# Neck strengthening



## Jagermeister (Feb 9, 2006)

My neck is so weak.  Just a few minutes of plam drilling left it sore for about 2 or 3 days, so I got one of those head harnesses that allows you to attach weights for neck exercises.  What kind of workout, i.e. movements, sets, reps, etc., do you guys recommend with these?


----------



## samurai69 (Feb 9, 2006)

What ever you do start slow and build up gradually

weight to front and nod

weight to back and nod

I tend not to do side exercises with a harness

also try wrestlers bridges once neck strength has increased

and shrugs will build the traps which help to stabilize the neck


----------



## Jagermeister (Feb 9, 2006)

samurai69 said:
			
		

> I tend not to do side exercises with a harness



Are these exercises hard on the spine or something?


----------



## Drac (Feb 9, 2006)

They used to make this harness that you wore on your head and could hang plates from..Check your local weight lifting supply stores on line..Word of caution..Start out light affter a good warm up as *samurai69 *posted...


----------



## samurai69 (Feb 9, 2006)

Jagermeister said:
			
		

> Are these exercises hard on the spine or something?


 
I find the small muscles on the side of the neck quite easy to pull when i work them in relative isolation

TBH, i am quite lucky that my neck muscles grow and strengthen quite easily

Just start slow and build up gradually

a lot of neck work in muay thai is in the clinch where you are resisting a pull forward, therfore the nodding exercise with the weight infront is more beneficial.....however its very important to maintain balance when neck training


----------



## Shirt Ripper (Feb 9, 2006)

I'm not sure about the store bought ones but the nicer ones you get from equipment supply places are not designed for lateral usage.  Neck harnesses are excellent peices of equipment regardless.  As described above about covers it.  In certain lifting competitions you will see deadlifts performed with these...obviously with a longer strap to the bar...but think hundreds of pounds.:uhyeah: 

Front and back bridges will do a lot for you neck as well as back and flexibility and the like.  Will also help with your own body awareness.  You can move laterally with these once you've got a bit of experience.


----------



## Odin (Feb 9, 2006)

I had the same problem,im building on my neck now,after all the stronger the neck the hard it is to shake the head the harder it is to shake the head the harder it is for someone to knock you out!

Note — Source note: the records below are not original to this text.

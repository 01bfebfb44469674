/* PSS-78 practical salinity: published check values, inverse, Hill
 * extension, and every error path. Sources beside each check. */
#include <math.h>
#include <setjmp.h>
#include <stdarg.h>
#include <stddef.h>
#include <cmocka.h>

#include "calc_assert.h"
#include "hc_pss78.h"
#include "hc_state.h"

/* IPTS-68 -> ITS-90 for published tables given on IPTS-68 (t68 = 1.00024 t90). */
static double t90(double t68)
{
    return t68 / 1.00024;
}

static void unesco44_check_values(void **unused)
{
    (void)unused;
    /* Fofonoff & Millard (1983) UNESCO Tech. Pap. Mar. Sci. 44, p. 9 check
     * values (R, t68, p) -> S; temperatures are IPTS-68. */
    static const struct { double r, t68, p, s, tol; } cv[] = {
        {1.0, 15.0, 0.0, 35.000000, 1e-6},
        {1.2, 20.0, 2000.0, 37.245628, 1e-6},
        {0.65, 5.0, 1500.0, 27.995347, 1e-6},
        {1.888091, 40.0, 10000.0, 40.0000, 1e-4}, /* published to 4 decimals */
    };
    for (size_t i = 0; i < sizeof cv / sizeof cv[0]; i++) {
        double s = -1.0;
        unsigned w = 0;
        assert_int_equal(hc_pss78_sp_from_c(cv[i].r * HC_PSS78_C35_MS_CM, t90(cv[i].t68), cv[i].p,
                                            &s, &w), HC_OK);
        assert_near(s, cv[i].s, cv[i].tol);
        assert_int_equal(w, 0);
    }
}

static void its90_shift_at_standard_seawater(void **unused)
{
    (void)unused;
    /* TEOS-10 gsw 3.6 SP_from_C(42.914, 15 (ITS-90), 0) = 34.99677011 [C];
     * the 0.0032 below 35 is only the ITS-90/IPTS-68 shift. */
    double s;
    assert_int_equal(hc_pss78_sp_from_c(42.914, 15.0, 0.0, &s, NULL), HC_OK);
    assert_near(s, 34.996770111355, 1e-9);
    assert_true(fabs(s - 35.0) < 0.004);
}

static void inverse_round_trips(void **unused)
{
    (void)unused;
    /* Self-consistency (no external source): C(S) then S(C) returns S. */
    static const double sps[] = {0.0, 1e-3, 0.05, 0.5, 1.0, 1.999, 2.0, 2.001,
                                 5.0, 20.0, 35.0, 41.9, 42.0};
    static const double ts[] = {-2.0, 0.0, 15.0, 30.0, 45.0};
    static const double ps[] = {0.0, 100.0, 2000.0, 10000.0};
    for (size_t i = 0; i < sizeof sps / sizeof sps[0]; i++)
        for (size_t j = 0; j < sizeof ts / sizeof ts[0]; j++)
            for (size_t k = 0; k < sizeof ps / sizeof ps[0]; k++) {
                double c = -1.0, s = -1.0;
                assert_int_equal(hc_pss78_c_from_sp(sps[i], ts[j], ps[k], &c), HC_OK);
                assert_true(c >= 0.0);
                assert_int_equal(hc_pss78_sp_from_c(c, ts[j], ps[k], &s, NULL), HC_OK);
                assert_near(s, sps[i], 1e-10);
            }
    /* gsw 3.6 C_from_SP(35, 15, 0) = 42.917539851672 [C] */
    double c;
    assert_int_equal(hc_pss78_c_from_sp(35.0, 15.0, 0.0, &c), HC_OK);
    assert_near(c, 42.917539851672, 1e-9);
}

static void hill_extension_below_two(void **unused)
{
    (void)unused;
    /* gsw 3.6 SP_from_C(0.5, 10, 0) = 0.343686208335 [C] (Hill et al. 1986
     * with the TEOS-10 join at S = 2). */
    double s;
    unsigned w = HC_WARN_BELOW_FEED; /* other bits must survive */
    assert_int_equal(hc_pss78_sp_from_c(0.5, 10.0, 0.0, &s, &w), HC_OK);
    assert_near(s, 0.343686208335, 1e-9);
    assert_int_equal(w, HC_WARN_HILL_EXTENSION | HC_WARN_BELOW_FEED);

    /* Zero conductivity is zero salinity. */
    assert_int_equal(hc_pss78_sp_from_c(0.0, 20.0, 0.0, &s, NULL), HC_OK);
    assert_near(s, 0.0, 1e-12);

    /* Continuity at the join (IOC et al. 2010, app. E.3: the scaled Hill
     * extension meets PSS-78 at S = 2): 1e-9 mS/cm either side differ by
     * much less than 1e-6. */
    for (double t = -2.0; t <= 45.0; t += 7.0) {
        double c2, lo, hi;
        unsigned wlo = 0, whi = 0;
        assert_int_equal(hc_pss78_c_from_sp(2.0, t, 0.0, &c2), HC_OK);
        assert_int_equal(hc_pss78_sp_from_c(c2 - 1e-9, t, 0.0, &lo, &wlo), HC_OK);
        assert_int_equal(hc_pss78_sp_from_c(c2 + 1e-9, t, 0.0, &hi, &whi), HC_OK);
        assert_true(wlo & HC_WARN_HILL_EXTENSION);
        assert_false(whi & HC_WARN_HILL_EXTENSION);
        assert_near(lo, 2.0, 1e-8);
        assert_near(hi, 2.0, 1e-8);
    }
}

static void salinity_rises_with_conductivity(void **unused)
{
    (void)unused;
    /* PSS-78 is monotone in R over its range (UNESCO 44 definition). */
    double prev = -1.0;
    for (double c = 0.0; c <= 60.0; c += 0.25) {
        double s;
        assert_int_equal(hc_pss78_sp_from_c(c, 25.0, 0.0, &s, NULL), HC_OK);
        assert_true(s > prev);
        prev = s;
    }
}

static void forward_errors(void **unused)
{
    (void)unused;
    double s = 123.0;
    unsigned w = 0;
    assert_int_equal(hc_pss78_sp_from_c(NAN, 15, 0, &s, &w), HC_ERR_NOT_FINITE);
    assert_int_equal(hc_pss78_sp_from_c(INFINITY, 15, 0, &s, &w), HC_ERR_NOT_FINITE);
    assert_int_equal(hc_pss78_sp_from_c(40, NAN, 0, &s, &w), HC_ERR_NOT_FINITE);
    assert_int_equal(hc_pss78_sp_from_c(40, 15, NAN, &s, &w), HC_ERR_NOT_FINITE);
    assert_int_equal(hc_pss78_sp_from_c(-0.1, 15, 0, &s, &w), HC_ERR_NEGATIVE);
    assert_int_equal(hc_pss78_sp_from_c(40, -2.01, 0, &s, &w), HC_ERR_TEMPERATURE_RANGE);
    assert_int_equal(hc_pss78_sp_from_c(40, 45.01, 0, &s, &w), HC_ERR_TEMPERATURE_RANGE);
    assert_int_equal(hc_pss78_sp_from_c(40, 15, -0.01, &s, &w), HC_ERR_PRESSURE_RANGE);
    assert_int_equal(hc_pss78_sp_from_c(40, 15, 10000.01, &s, &w), HC_ERR_PRESSURE_RANGE);
    /* 70 mS/cm at 25 degC is S ~ 49: beyond PSS-78, refused, never
     * extrapolated (gsw would extrapolate). */
    assert_int_equal(hc_pss78_sp_from_c(70, 25, 0, &s, &w), HC_ERR_SALINITY_RANGE);
    assert_int_equal(hc_pss78_sp_from_c(200, 25, 0, &s, &w), HC_ERR_SALINITY_RANGE);
    /* outputs untouched on failure */
    assert_true(s == 123.0);
    assert_int_equal(w, 0);
}

static void inverse_errors(void **unused)
{
    (void)unused;
    double c = 7.0;
    assert_int_equal(hc_pss78_c_from_sp(NAN, 15, 0, &c), HC_ERR_NOT_FINITE);
    assert_int_equal(hc_pss78_c_from_sp(35, INFINITY, 0, &c), HC_ERR_NOT_FINITE);
    assert_int_equal(hc_pss78_c_from_sp(-1e-9, 15, 0, &c), HC_ERR_NEGATIVE);
    assert_int_equal(hc_pss78_c_from_sp(42.0001, 15, 0, &c), HC_ERR_SALINITY_RANGE);
    assert_int_equal(hc_pss78_c_from_sp(35, -3, 0, &c), HC_ERR_TEMPERATURE_RANGE);
    assert_int_equal(hc_pss78_c_from_sp(35, 46, 0, &c), HC_ERR_TEMPERATURE_RANGE);
    assert_int_equal(hc_pss78_c_from_sp(35, 15, -1, &c), HC_ERR_PRESSURE_RANGE);
    assert_int_equal(hc_pss78_c_from_sp(35, 15, 10001, &c), HC_ERR_PRESSURE_RANGE);
    assert_true(c == 7.0);
}

int main(void)
{
    const struct CMUnitTest tests[] = {
        cmocka_unit_test(unesco44_check_values),
        cmocka_unit_test(its90_shift_at_standard_seawater),
        cmocka_unit_test(inverse_round_trips),
        cmocka_unit_test(hill_extension_below_two),
        cmocka_unit_test(salinity_rises_with_conductivity),
        cmocka_unit_test(forward_errors),
        cmocka_unit_test(inverse_errors),
    };
    return cmocka_run_group_tests_name("pss78", tests, NULL, NULL);
}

My kru told me that your neck gets stronger through clinching but he also told me to do some exercises.....check this out..http://www.teenbodybuilding.com/bigneck.htm


----------



## Andrew Green (Feb 9, 2006)

A few weeks of fighting for neck control and it'll strengthen up or fall off 

Careful with the harness, make sure you learn proper technique and don't use to heavy of weight.  Really you're looking for endurance more then raw power, so low weight higher reps.

Bridging is good too, but for the most part, you'll get wear you need to be through training and drilling.  If it is already sore from training, don't use the weights.  Let it heal first, pushing it harder while it is already being pushed won't let it heal and will lead to injury.


----------



## Shirt Ripper (Feb 9, 2006)

I forgot to mention that applying manual resistance is also an excellent way to develop strength/thickness in the neck.  And requires no equipment or crazy positions...can do it sitting at work.


----------



## Gary Crawford (Feb 9, 2006)

Bench presses also tend to help with neck strenthening


----------



## AdrenalineJunky (Feb 9, 2006)

When you do your crunches, do you put your hands behind your head? If you do, try not, that'll will add some neck strength.


----------